Welcome to your Throne
Los Angeles Metro has begun placing portable, self-contained bathrooms near many light rail stations. They are developed by a company called "Throne." In fact, a photo of the Throne at downtown Santa Monica's E line station graces the top of Throne's website.
This company calls its product:
The smart, delightful public restroom
Here's the one I used, in South Pasadena:


The main thing about Throne bathrooms is that you need a phone or a "Throne tap card" to access them. This prevents people from using the bathroom anonymously, but also prevents people who don't have phones from using them. Before continuing, I'd like to just say that I think big cities like Los Angeles should have robust public bathroom systems that are truly free to enter. The main reason bathrooms like Throne even exist is because the state is too afraid of maintaining and enforcing "normal" bathroom usage as a part of its own slate of public services... and the reason they're probably afraid of doing this is because the state has refused to house all its residents. So!!! There's that. (More on this at the end.)
The other thing about Thrones is that the door just pops open after 10 minutes. It will flash lights at you if you're about to be suddenly exposed... I felt like it would be rude to test this out, so I didn't.

All the places in the bathroom where you would expect to have to press a button are instead no-touch motion sensors. So you activate the sink with a motion sensor, flush with a motion sensor, exit by opening the door with a sensor, etc.


It smelled completely neutral to me! The ceiling has a very robust fan assembly which I assume is used for airing out the bathroom cabin. There are apparently staff who also clean the bathroom.
If you check out their website, a lot of this company's tech innovations are essentially time-saving cleaning techniques. The mirror has a film on it which can be peeled off to remove graffiti; the walls are covered in an abstract, overlapping leaf pattern, and if someone graffitis the walls, they just stick another leaf over it and cover it up.
Using the system required me to scan a QR code on the door. It populated my iMessage app with a number and the phrase "Send this message to use the South Pasadena Throne." I did, and the door opened.
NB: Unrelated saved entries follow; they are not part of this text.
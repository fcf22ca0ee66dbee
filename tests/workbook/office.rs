//! A spreadsheet program without a window: opens workbooks, works every formula out anew, and saves them again.

use std::collections::BTreeMap;
use std::path::{Path, PathBuf};
use std::process::Command;

/// Its settings: formulas are worked out on loading, whatever figures the file carries.
const SETTINGS: &str = r#"<?xml version="1.0" encoding="UTF-8"?>
<oor:items xmlns:oor="http://openoffice.org/2001/registry" xmlns:xs="http://www.w3.org/2001/XMLSchema" xmlns:xsi="http://www.w3.org/2001/XMLSchema-instance">
<item oor:path="/org.openoffice.Office.Calc/Formula/Load"><prop oor:name="OOXMLRecalcMode" oor:op="fuse"><value>0</value></prop></item>
</oor:items>
"#;

/// Opens and saves workbooks by name; the answer holds the path of each saved one.
pub fn recalculate(books: &BTreeMap<String, Vec<u8>>, folder: &str) -> BTreeMap<String, PathBuf> {
    let root = Path::new(env!("CARGO_TARGET_TMPDIR")).join(folder);
    let _ = std::fs::remove_dir_all(&root);
    let (from, to) = (root.join("in"), root.join("out"));
    let profile = root.join("profile");
    for folder in [&from, &to, &profile.join("user")] {
        std::fs::create_dir_all(folder).expect("a folder");
    }
    std::fs::write(profile.join("user/registrymodifications.xcu"), SETTINGS).expect("settings");
    let mut files = Vec::new();
    for (name, bytes) in books {
        let path = from.join(format!("{name}.xlsx"));
        std::fs::write(&path, bytes).expect("a workbook");
        files.push(path);
    }
    for some in files.chunks(60) {
        let output = Command::new("soffice")
            .arg(format!("-env:UserInstallation=file://{}", profile.display()))
            .args([
                "--headless",
                "--norestore",
                "--convert-to",
                "xlsx:Calc MS Excel 2007 XML",
                "--outdir",
            ])
            .arg(&to)
            .args(some)
            .output()
            .expect("soffice: install the Debian package libreoffice-calc-nogui");
        assert!(
            output.status.success(),
            "{}",
            String::from_utf8_lossy(&output.stderr)
        );
    }
    let saved = |name: &String| {
        let path = to.join(format!("{name}.xlsx"));
        assert!(path.is_file(), "{name} was not saved");
        (name.clone(), path)
    };
    books.keys().map(saved).collect()
}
Throne's website addresses the complaint that a phone-based lock is unfair, but its response is:
Fun fact: 98% of Americans own some kind of cell phone (according to Pew Research Center). These folks can scan the QR code or text the number on the Throne to enter. For those who don’t have a phone, Throne tap cards can be provided to local libraries, homeless service providers, and other advocacy groups for distribution.
Basically, the process of using this bathroom is meant to apply just enough friction to prevent completely destitute people living on the street without phones or without contacts in social services from using it. I think a clean, private bathroom means a lot for many people, and I'm glad this exists. But I'm also left thinking about how this entire system deliberately avoids solving the main shocked complaint anyone makes about our housing crisis in California - that if you are out and about in certain places, including near Metro stations, you may see someone relieve themselves in the street.
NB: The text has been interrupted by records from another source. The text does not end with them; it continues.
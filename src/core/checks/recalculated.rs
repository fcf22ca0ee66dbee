//! Group A: one basis of heating values, and an outside recalculation against what was issued.

use super::settings::Settings;
use super::{Subject, finding};
use crate::core::documents::Assessment;
use crate::core::documents::assessment::{Finding, Severity};
use crate::core::units::rounding::{plain, plain_fixed};
use crate::core::units::{Dimension, Quantity};
use std::collections::BTreeMap;

/// Runs the check that a pathway can tell.
pub fn run(subject: &Subject, findings: &mut Vec<Finding>) {
    findings.extend(one_basis(&heating_values(subject)));
}

/// A heating value as entered, and the lower and the higher one it may be.
#[derive(Clone, Debug, PartialEq)]
pub struct HeatingValue {
    /// Key of the stage.
    pub stage: String,
    /// Field.
    pub field: String,
    /// What it is of.
    pub name: String,
    /// True if it is the higher heating value.
    pub higher: bool,
}

/// heating values stand on one basis.
pub fn one_basis(values: &[HeatingValue]) -> Option<Finding> {
    let first = values.iter().find(|value| value.higher)?;
    let names: Vec<&str> = values
        .iter()
        .filter(|value| value.higher)
        .map(|value| value.name.as_str())
        .collect();
    let lower = values.len() - names.len();
    let message = format!(
        "The higher heating value is used for {}; the rule set and {lower} other heating values entered count with the lower.",
        names.join(", ")
    );
    let remedy = "Bring them to the lower heating value.";
    Some(finding(
        "A-11",
        Severity::Block,
        &first.stage,
        &first.field,
        message,
        remedy,
    ))
}

/// True if a heating value is the higher one: nearer to it than to the lower one, which it passes by the setting.
pub fn is_higher(entered: f64, lower: f64, higher: f64, settings: &Settings) -> bool {
    entered > lower * (1.0 + settings.higher_basis_percent / 100.0)
        && (entered - higher).abs() < (entered - lower).abs()
}

/// Higher over lower heating value of ethanol, from its molar heat of combustion: 29.7 and 26.8 MJ/kg.
const ETHANOL_HIGHER: f64 = 29.7 / 26.8;

fn heating_values(subject: &Subject) -> Vec<HeatingValue> {
    let resolved = subject.resolved;
    let per_mass = Dimension::ENERGY.per(Dimension::MASS);
    let mut values = Vec::new();
    for stage in &resolved.stages {
        let mut see = |field: String, name: String, entered: f64, lower: f64, higher: f64| {
            values.push(HeatingValue {
                stage: stage.document.key.clone(),
                field,
                name,
                higher: is_higher(entered, lower, higher, subject.settings),
            });
        };
        let stated = stage.document.stated.as_ref();
        if let Some(lhv) = stated.and_then(|stated| stated.lhv.as_ref())
            && let Ok(joules) = Quantity::read_as(lhv.value, &lhv.unit, per_mass)
        {
            let lower = resolved.rules.ethanol_lhv.value;
            let name = format!("the proof of {}", stage.document.title());
            see(
                "stated.lhv".to_owned(),
                name,
                joules / 1e6,
                lower,
                lower * ETHANOL_HIGHER,
            );
        }
        for (document, product) in stage
            .document
            .co_products
            .iter()
            .zip(stage.products.iter().skip(1))
        {
            let Some(lhv) = &document.flow.lhv else { continue };
            let library = subject.book.materials.get(&document.material);
            let known = library.and_then(|m| m.value("lhv_dry").zip(m.value("hhv_dry")));
            let (Some((lower, higher)), Ok(joules)) =
                (known, Quantity::read_as(lhv.value, &lhv.unit, per_mass))
            else {
                continue;
            };
            // As it leaves: water costs its evaporation on the lower basis and nothing on the higher one.
            let water = product.flow.moisture.unwrap_or(0.0);
            let wet = lower * (1.0 - water) - resolved.rules.water_evaporation.value * water;
            let field = format!("co_products.{}.lhv", document.key);
            see(
                field,
                document.name.clone(),
                joules / 1e6,
                wet,
                higher * (1.0 - water),
            );
        }
    }
    values
}

/// What an outside recalculation found.
#[derive(Clone, Debug, Default, PartialEq)]
pub struct Recalculated {
    /// Net, g CO2e/MJ.
    pub net_g_per_mj: f64,
    /// Contributions by `stage/input`, g CO2e/MJ, as far as they were recalculated.
    pub inputs_g_per_mj: BTreeMap<String, f64>,
}

/// an outside recalculation agrees with what was issued; else the first step that differs is named.
pub fn recalculation(
    statement: &str,
    issued: &Assessment,
    theirs: &Recalculated,
    settings: &Settings,
) -> Option<Finding> {
    let ours = issued.net.g_co2e_per_mj;
    if agrees(ours, theirs.net_g_per_mj, settings) {
        return None;
    }
    let rows = issued.stages.iter().flat_map(|stage| {
        let rows = stage.inputs.iter();
        rows.map(|row| (format!("{}/{}", stage.key, row.key), row.g_co2e_per_mj))
    });
    let mut known = rows.filter_map(|(key, ours)| {
        let theirs = *theirs.inputs_g_per_mj.get(&key)?;
        Some((key, ours, theirs))
    });
    let first = known.find(|(_, ours, theirs)| !agrees(*ours, *theirs, settings));
    let remedy = match &first {
        Some((step, ..)) => format!("Open the workings at {step}, the first that differs."),
        None => "Open the workings and compare stage by stage: no single figure that was given differs."
            .to_owned(),
    };
    let message = format!(
        "Your recalculation of statement {statement} gives {} g/MJ, it says {}.",
        plain(theirs.net_g_per_mj),
        plain_fixed(ours, 4)
    );
    let (stage, field) = match first.as_ref().and_then(|(step, ..)| step.split_once('/')) {
        Some((stage, input)) => (stage, format!("inputs.{input}")),
        None => ("", "net".to_owned()),
    };
    Some(finding("A-14", Severity::Warn, stage, &field, message, &remedy))
}

fn agrees(issued: f64, theirs: f64, settings: &Settings) -> bool {
    (issued - theirs).abs() <= settings.recalculation_g_per_mj.max(1e-6 * issued.abs())
}

#[cfg(test)]
mod tests {
    use super::*;

    fn value(name: &str, higher: bool) -> HeatingValue {
        let (stage, field) = ("works".to_owned(), format!("co_products.{name}.lhv"));
        HeatingValue {
            stage,
            field,
            name: name.to_owned(),
            higher,
        }
    }

    #[test]
    fn heating_values_stand_on_one_basis() {
        let settings = Settings::default();
        // Ethanol: 26.81 MJ/kg is the rule set's, 29.7 the higher one.
        assert!(!is_higher(26.81, 26.81, 26.81 * ETHANOL_HIGHER, &settings));
        assert!(!is_higher(27.0, 26.81, 26.81 * ETHANOL_HIGHER, &settings));
        assert!(is_higher(29.7, 26.81, 26.81 * ETHANOL_HIGHER, &settings));
        assert_eq!(one_basis(&[value("pulp", false), value("oil", false)]), None);
        let found = one_basis(&[value("pulp", false), value("oil", true)]).unwrap();
        assert_eq!(
            (found.id.as_str(), found.field.as_str()),
            ("A-11", "co_products.oil.lhv")
        );
        assert!(found.message.contains("for oil"));
    }
}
I left the Throne thinking about how essential it is that Los Angeles create some kind of public bathroom system and staff it with humans. American cities are absolutely addicted to solving problems only with the use of startups, private partnerships, weird tech, or gimmick services... we almost never choose the most robust and long-lasting solution to any problem.
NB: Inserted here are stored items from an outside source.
//! Workbooks recalculated by a spreadsheet program: every formula comes to the figure of the engine, and a changed amount
//! moves the net as the engine says. Needs LibreOffice (Debian: libreoffice-calc-nogui); `tests/all workbook` installs it.
#![allow(
    clippy::unwrap_used,
    clippy::expect_used,
    clippy::panic,
    clippy::string_slice,
    reason = "a test fails by panicking"
)]

mod changes;
mod file;
mod office;

use calamine::Data;
use std::collections::BTreeMap;
use std::path::Path;
use wheelwort::core::documents::{Assessment, Pathway};
use wheelwort::core::evaluate::{Options, evaluate};
use wheelwort::exchange::workbook::{About, write};
use wheelwort::library::book;

const TOLERANCE: f64 = 1e-9;

fn near(found: f64, wanted: f64) -> bool {
    (found - wanted).abs() <= TOLERANCE * wanted.abs().max(1e-6)
}

fn assessed(pathway: &Pathway) -> Option<Assessment> {
    evaluate(pathway, book(), Options::default()).ok()
}

fn workbook(pathway: &Pathway, assessment: &Assessment) -> Vec<u8> {
    let about = About {
        made_at: "2027-01-15T08:00:00Z".parse().unwrap(),
        issuer: Some("Tarn Bridge works"),
        statement: None,
        cautions: &[],
    };
    write(pathway, assessment, book(), &about).unwrap()
}

/// Every document that evaluates: the contract cases, the demonstration, and forms that these lack.
fn documents() -> BTreeMap<String, Pathway> {
    let folder = Path::new(env!("CARGO_MANIFEST_DIR")).join("tests/cases/contract");
    let mut all = BTreeMap::new();
    for entry in std::fs::read_dir(folder).unwrap() {
        let path = entry.unwrap().path();
        let case: serde_json::Value = serde_json::from_slice(&std::fs::read(&path).unwrap()).unwrap();
        if let Ok(pathway) = Pathway::from_value(&case["document"]) {
            all.insert(path.file_stem().unwrap().to_str().unwrap().to_owned(), pathway);
        }
    }
    for (name, text) in wheelwort::demo::PATHWAYS {
        let pathway = Pathway::from_bytes(text.as_bytes()).unwrap();
        all.insert(name.trim_end_matches(".json").to_owned(), pathway);
    }
    all.extend(changes::other_forms(&all));
    all.retain(|_, pathway| assessed(pathway).is_some());
    assert!(all.len() >= 28, "only {} documents evaluate", all.len());
    all
}

#[test]
fn every_formula_comes_to_the_figure_of_the_engine() {
    let documents = documents();
    let mut honest = BTreeMap::new();
    let mut spoiled = BTreeMap::new();
    for (name, pathway) in &documents {
        let bytes = workbook(pathway, &assessed(pathway).unwrap());
        spoiled.insert(name.clone(), file::spoiled(&bytes));
        honest.insert(name.clone(), bytes);
    }
    let saved = office::recalculate(&spoiled, "workbook-same");
    let mut wrong = Vec::new();
    let mut compared = 0;
    for (name, path) in &saved {
        let recalculated = std::fs::read(path).unwrap();
        for sheet in file::SHEETS {
            let (ours, theirs) = (
                file::sheet(&honest[name], sheet),
                file::sheet(&recalculated, sheet),
            );
            for (row, column, value) in ours.cells() {
                let (Ok(row), Ok(column)) = (u32::try_from(row), u32::try_from(column)) else {
                    continue;
                };
                let at = ours.start().map_or((0, 0), |(r, c)| (row + r, column + c));
                let other = theirs.get_value(at).cloned().unwrap_or(Data::Empty);
                let same = match (value, &other) {
                    // What a crop takes up it gives back: figures of some hundred grams that add to nothing.
                    (Data::Float(ours), Data::Float(theirs)) if sheet == "Carbon" => {
                        (theirs - ours).abs() < 1e-10
                    }
                    (Data::Float(ours), Data::Float(theirs)) => near(*theirs, *ours),
                    (Data::String(ours), Data::String(theirs)) => {
                        ours.replace('\r', "") == theirs.replace('\r', "")
                    }
                    (Data::String(ours), Data::Empty) => ours.is_empty(),
                    (ours, theirs) => ours == theirs,
                };
                compared += 1;
                if !same {
                    wrong.push(format!("{name} {sheet} {at:?}: {value:?} here, {other:?} there"));
                }
            }
        }
        let net = file::figure(&file::sheet(&recalculated, "Totals"), 4, 1).unwrap();
        let wanted = assessed(&documents[name]).unwrap().net.g_co2e_per_mj;
        if !near(net, wanted) {
            wrong.push(format!("{name}: net {net} instead of {wanted}"));
        }
    }
    let shown: Vec<&String> = wrong.iter().take(40).collect();
    assert!(
        wrong.is_empty(),
        "{} of {compared} cells differ:\n{shown:#?}",
        wrong.len()
    );
    assert!(compared > 10_000, "only {compared} cells");
}

#[test]
fn a_changed_amount_moves_the_net_as_the_engine_says() {
    let mut books = BTreeMap::new();
    let mut wanted = BTreeMap::new();
    let mut kinds: BTreeMap<&str, (usize, usize)> = BTreeMap::new();
    for (number, (name, pathway)) in documents().into_iter().enumerate() {
        let other = name.starts_with("mass_")
            || name.starts_with("value_")
            || name.starts_with("credit_")
            || name.starts_with("ar6_");
        if other && !name.ends_with("contract_example") && !name.ends_with("b_maize_truck_and_barge") {
            continue;
        }
        let before = assessed(&pathway).unwrap();
        let bytes = workbook(&pathway, &before);
        for change in changes::changes(&pathway, &bytes, number % 2 == 1) {
            let Some(after) = assessed(&change.pathway) else {
                continue;
            };
            let key = format!("{name}--{}", change.what);
            let net = after.net.g_co2e_per_mj;
            let seen = kinds.entry(change.kind).or_default();
            seen.0 += 1;
            seen.1 += usize::from(!near(net, before.net.g_co2e_per_mj));
            books.insert(key.clone(), file::with(&bytes, change.sheet, &change.cells));
            wanted.insert(key, net);
        }
    }
    let saved = office::recalculate(&books, "workbook-changed");
    let mut wrong = Vec::new();
    for (name, path) in &saved {
        let totals = file::sheet(&std::fs::read(path).unwrap(), "Totals");
        let net = file::figure(&totals, 4, 1).unwrap_or(f64::NAN);
        if !near(net, wanted[name]) {
            wrong.push(format!("{name}: {net} instead of {}", wanted[name]));
        }
    }
    assert!(
        wrong.is_empty(),
        "{} of {} differ:\n{wrong:#?}",
        wrong.len(),
        saved.len()
    );
    for kind in ["input", "intake", "co-product", "output"] {
        let (tried, moved) = kinds.get(kind).copied().unwrap_or_default();
        println!("{kind}: {tried} changed, {moved} of them move the net");
        assert!(moved >= 10, "{kind}: only {moved} of {tried} move the net");
    }
}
South Korea has a robust system of public bathrooms - apparently some of the ones in subway stations require transit cards to enter, but others don't. I have heard that the ubiquity of these bathrooms makes navigating society with Crohn's, or an elderly relative, much easier. If we're thinking about what we'd want for "the Los Angeles Mamdani's" mythical future platform, I think I'd like "fully staffed bathrooms" on the list somewhere. There's absolutely no reason why we should be relying on something like "a startup for bathrooms" to solve this problem when we could solve it ourselves. If anything, the reason we don't solve these problems ourselves is probably just that it would add headcount to the city.
I think the big lesson many cities should be taking from Mamdani's campaign is that loads of voters are not afraid of supporting complex, intimidating, high-headcount public services. People just want nice things. A clean bathroom is nice! If you staff it correctly, we could have one!! Pretending like we can't have one is asinine!